*** Raw data

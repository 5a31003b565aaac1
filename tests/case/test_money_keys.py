"""The keys of [money]: sums as one number or three, prices by refrigerant, and a currency that is only named."""

import pytest
from hypothesis import given
from hypothesis import strategies as st

from retrofit.case.money import SIGNS, Range, RangeValue, _is_letter
from retrofit.errors import QuantityError

START = """\
[plant]
refrigerant = "R404A"
[duty]
cooling = "120 kW"
evaporating = "-8 degC"
condensing = "42 degC"
[compare]
candidates = ["R448A"]
[money]
"""
EURO = 'currency = "EUR"\n'


def test_money_as_written(case):
    """A single sum is three times the same; prices are found by the normal spelling of the refrigerant."""
    money = case(
        START + EURO + 'tariff = [0.15, 0.18, 0.25]\nleak_check = 250\ndiscount_rate = "6 %"\n'
        'refrigerant_price = {r-448a = [25, 30, 45], R404A = 90}\n[money.change]\nlabour = 6000\ncontingency = "10 %"\n'
    ).money

    assert money.currency == "EUR"
    assert money.tariff == Range(0.15, 0.18, 0.25)
    assert money.leak_check == Range(250.0, 250.0, 250.0)
    assert dict(money.refrigerant_price) == {"R448A": Range(25.0, 30.0, 45.0), "R404A": Range(90.0, 90.0, 90.0)}
    assert (money.change.labour.base, money.change.oil) == (6000.0, None)
    assert money.change.contingency == pytest.approx(0.10)
    assert money.discount_rate == pytest.approx(0.06)


def test_money_assumes_no_price(case):
    """No price has a default: what is left out is not counted. Without a rate nothing is discounted, and it says so."""
    read = case(START + EURO)

    assert [(d.key, d.shown_text) for d in read.defaults if d.key.startswith("money.")] == [
        ("money.discount_rate", "0 %")
    ]
    assert read.money.tariff is None


@pytest.mark.parametrize(
    ("money", "option", "is_assumed"),
    [
        ("", "new_plant = 9000", True),
        ("", "leak_rate = '2 %'", False),
        ("", "new_plant = 9000\nplant_life = '20 years'", False),
        ("", "new_plant = 9000\nresidual_value = 2000", False),
        ("new_plant_life = '20 years'\n", "new_plant = 9000", False),
        ("[money.change]\nnew_plant = 9000\n", "leak_rate = '2 %'", True),
    ],
)
def test_the_life_of_a_new_plant_is_assumed_where_a_residual_value_rests_on_it(case, money, option, is_assumed):
    """15 years stand among the assumptions only if a new plant is priced and nothing better is given."""
    read = case(START + EURO + money + f"[options.R448A]\n{option}\n")

    assert [d.shown_text for d in read.defaults if d.key == "money.new_plant_life"] == ["15 years"] * is_assumed


@pytest.mark.parametrize(
    ("line", "key", "words"),
    [
        ("tariff = 0.18", "money.currency", "is missing; add currency to [money]"),
        (EURO + 'tariff = "0.18 EUR"', "money.tariff", "is a text; write a number without quotes"),
        (EURO + "tariff = -1", "money.tariff", "outside what is allowed"),
        (EURO + "tariff = nan", "money.tariff", "sensible size"),
        (EURO + "tariff = [1, 2]", "money.tariff", "low, base and high are needed"),
        (EURO + "tariff = [3, 2, 1]", "money.tariff", "do not rise"),
        (EURO + 'discount_rate = "60 %"', "money.discount_rate", "0 % to 50 %"),
        (EURO + "refrigerant_price = 30", "money.refrigerant_price", "a table of prices is needed"),
        (EURO + "refrigerant_price = {R448 = 30}", "money.refrigerant_price", "did you mean"),
        (EURO + "refrigerant_price = {R448A = 30, r448a = 31}", "money.refrigerant_price", "in the table twice"),
        (EURO + 'refrigerant_price = {R448A = "dear"}', "money.refrigerant_price", '"R448A": "dear" is a text'),
        (EURO + "change = 5", "money.change", "begin it with [money.change]"),
        (EURO + "labour = 5", "money.labour", "belongs in [money.change]"),
        (EURO + "[money.change]\nlabur = 5", "money.change.labur", 'did you mean "labour"'),
        ('currency = "a very long currency"', "money.currency", "1 to 12"),
    ],
)
def test_a_wrong_line_of_money_is_refused(complaints, line, key, words):
    """Each is named with its key and says what is allowed."""
    found = [text for _, where, text in complaints(START + line + "\n") if where == key]

    assert len(found) == 1, found
    assert words in found[0]


@given(st.lists(st.floats(0.0, 1e12), min_size=3, max_size=3))
def test_three_numbers_are_a_range_if_they_rise(numbers):
    """Sorted numbers are held as they are; others are refused."""
    low, base, high = sorted(numbers)

    assert RangeValue().read([low, base, high]) == (low, base, high)
    if numbers != sorted(numbers):
        with pytest.raises(QuantityError, match="do not rise"):
            RangeValue().read(numbers)


@pytest.mark.parametrize("currency", ["EUR", "€", "US$", "£", "zł", "Kč", "руб.", "₹", "CHF", "kr"])
def test_a_currency_is_printed_as_it_is_written(case, currency):
    """Codes, signs and short words of many countries."""
    assert case(START + f'currency = "{currency}"\n').money.currency == currency


@pytest.mark.parametrize("currency", ["=1+2", "+EUR", "-1", "@SUM", "₿", "元", "E|R", "E=R", "1", "\U0001f4b0"])
def test_a_currency_that_some_page_cannot_print_is_refused(complaints, currency):
    """A formula in a spreadsheet, or a sign that the letters of the charts lack."""
    ((_, key, text),) = complaints(START + f'currency = "{currency}"\n')

    assert key == "money.currency"
    assert "ISO 4217" in text


def test_every_letter_of_a_currency_is_in_the_letters_of_the_charts():
    """The characters that the font's own table has, as the drawing library reads it."""
    from matplotlib.font_manager import FontProperties, findfont
    from matplotlib.ft2font import FT2Font

    has = set(FT2Font(findfont(FontProperties(family="DejaVu Sans"))).get_charmap())
    allowed = {ord(sign) for sign in SIGNS} | {place for place in range(0x3000) if _is_letter(chr(place))}

    assert allowed <= has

******

What needs to be done => Write out every record exactly as it appears above.

Response area =>
repository 5a31003b565aaac1
filename tests/case/test_money_keys.py
"""The keys of [money]: sums as one number or three, prices by refrigerant, and a currency that is only named."""

import pytest
from hypothesis import given
from hypothesis import strategies as st

from retrofit.case.money import SIGNS, Range, RangeValue, _is_letter
from retrofit.errors import QuantityError

START = """\
[plant]
refrigerant = "R404A"
[duty]
cooling = "120 kW"
evaporating = "-8 degC"
condensing = "42 degC"
[compare]
candidates = ["R448A"]
[money]
"""
EURO = 'currency = "EUR"\n'


def test_money_as_written(case):
    """A single sum is three times the same; prices are found by the normal spelling of the refrigerant."""
    money = case(
        START + EURO + 'tariff = [0.15, 0.18, 0.25]\nleak_check = 250\ndiscount_rate = "6 %"\n'
        'refrigerant_price = {r-448a = [25, 30, 45], R404A = 90}\n[money.change]\nlabour = 6000\ncontingency = "10 %"\n'
    ).money

    assert money.currency == "EUR"
    assert money.tariff == Range(0.15, 0.18, 0.25)
    assert money.leak_check == Range(250.0, 250.0, 250.0)
    assert dict(money.refrigerant_price) == {"R448A": Range(25.0, 30.0, 45.0), "R404A": Range(90.0, 90.0, 90.0)}
    assert (money.change.labour.base, money.change.oil) == (6000.0, None)
    assert money.change.contingency == pytest.approx(0.10)
    assert money.discount_rate == pytest.approx(0.06)


def test_money_assumes_no_price(case):
    """No price has a default: what is left out is not counted. Without a rate nothing is discounted, and it says so."""
    read = case(START + EURO)

    assert [(d.key, d.shown_text) for d in read.defaults if d.key.startswith("money.")] == [
        ("money.discount_rate", "0 %")
    ]
    assert read.money.tariff is None


@pytest.mark.parametrize(
    ("money", "option", "is_assumed"),
    [
        ("", "new_plant = 9000", True),
        ("", "leak_rate = '2 %'", False),
        ("", "new_plant = 9000\nplant_life = '20 years'", False),
        ("", "new_plant = 9000\nresidual_value = 2000", False),
        ("new_plant_life = '20 years'\n", "new_plant = 9000", False),
        ("[money.change]\nnew_plant = 9000\n", "leak_rate = '2 %'", True),
    ],
)
def test_the_life_of_a_new_plant_is_assumed_where_a_residual_value_rests_on_it(case, money, option, is_assumed):
    """15 years stand among the assumptions only if a new plant is priced and nothing better is given."""
    read = case(START + EURO + money + f"[options.R448A]\n{option}\n")

    assert [d.shown_text for d in read.defaults if d.key == "money.new_plant_life"] == ["15 years"] * is_assumed


@pytest.mark.parametrize(
    ("line", "key", "words"),
    [
        ("tariff = 0.18", "money.currency", "is missing; add currency to [money]"),
        (EURO + 'tariff = "0.18 EUR"', "money.tariff", "is a text; write a number without quotes"),
        (EURO + "tariff = -1", "money.tariff", "outside what is allowed"),
        (EURO + "tariff = nan", "money.tariff", "sensible size"),
        (EURO + "tariff = [1, 2]", "money.tariff", "low, base and high are needed"),
        (EURO + "tariff = [3, 2, 1]", "money.tariff", "do not rise"),
        (EURO + 'discount_rate = "60 %"', "money.discount_rate", "0 % to 50 %"),
        (EURO + "refrigerant_price = 30", "money.refrigerant_price", "a table of prices is needed"),
        (EURO + "refrigerant_price = {R448 = 30}", "money.refrigerant_price", "did you mean"),
        (EURO + "refrigerant_price = {R448A = 30, r448a = 31}", "money.refrigerant_price", "in the table twice"),
        (EURO + 'refrigerant_price = {R448A = "dear"}', "money.refrigerant_price", '"R448A": "dear" is a text'),
        (EURO + "change = 5", "money.change", "begin it with [money.change]"),
        (EURO + "labour = 5", "money.labour", "belongs in [money.change]"),
        (EURO + "[money.change]\nlabur = 5", "money.change.labur", 'did you mean "labour"'),
        ('currency = "a very long currency"', "money.currency", "1 to 12"),
    ],
)
def test_a_wrong_line_of_money_is_refused(complaints, line, key, words):
    """Each is named with its key and says what is allowed."""
    found = [text for _, where, text in complaints(START + line + "\n") if where == key]

    assert len(found) == 1, found
    assert words in found[0]


@given(st.lists(st.floats(0.0, 1e12), min_size=3, max_size=3))
def test_three_numbers_are_a_range_if_they_rise(numbers):
    """Sorted numbers are held as they are; others are refused."""
    low, base, high = sorted(numbers)

    assert RangeValue().read([low, base, high]) == (low, base, high)
    if numbers != sorted(numbers):
        with pytest.raises(QuantityError, match="do not rise"):
            RangeValue().read(numbers)


@pytest.mark.parametrize("currency", ["EUR", "€", "US$", "£", "zł", "Kč", "руб.", "₹", "CHF", "kr"])
def test_a_currency_is_printed_as_it_is_written(case, currency):
    """Codes, signs and short words of many countries."""
    assert case(START + f'currency = "{currency}"\n').money.currency == currency


@pytest.mark.parametrize("currency", ["=1+2", "+EUR", "-1", "@SUM", "₿", "元", "E|R", "E=R", "1", "\U0001f4b0"])
def test_a_currency_that_some_page_cannot_print_is_refused(complaints, currency):
    """A formula in a spreadsheet, or a sign that the letters of the charts lack."""
    ((_, key, text),) = complaints(START + f'currency = "{currency}"\n')

    assert key == "money.currency"
    assert "ISO 4217" in text


def test_every_letter_of_a_currency_is_in_the_letters_of_the_charts():
    """The characters that the font's own table has, as the drawing library reads it."""
    from matplotlib.font_manager import FontProperties, findfont
    from matplotlib.ft2font import FT2Font

    has = set(FT2Font(findfont(FontProperties(family="DejaVu Sans"))).get_charmap())
    allowed = {ord(sign) for sign in SIGNS} | {place for place in range(0x3000) if _is_letter(chr(place))}

    assert allowed <= has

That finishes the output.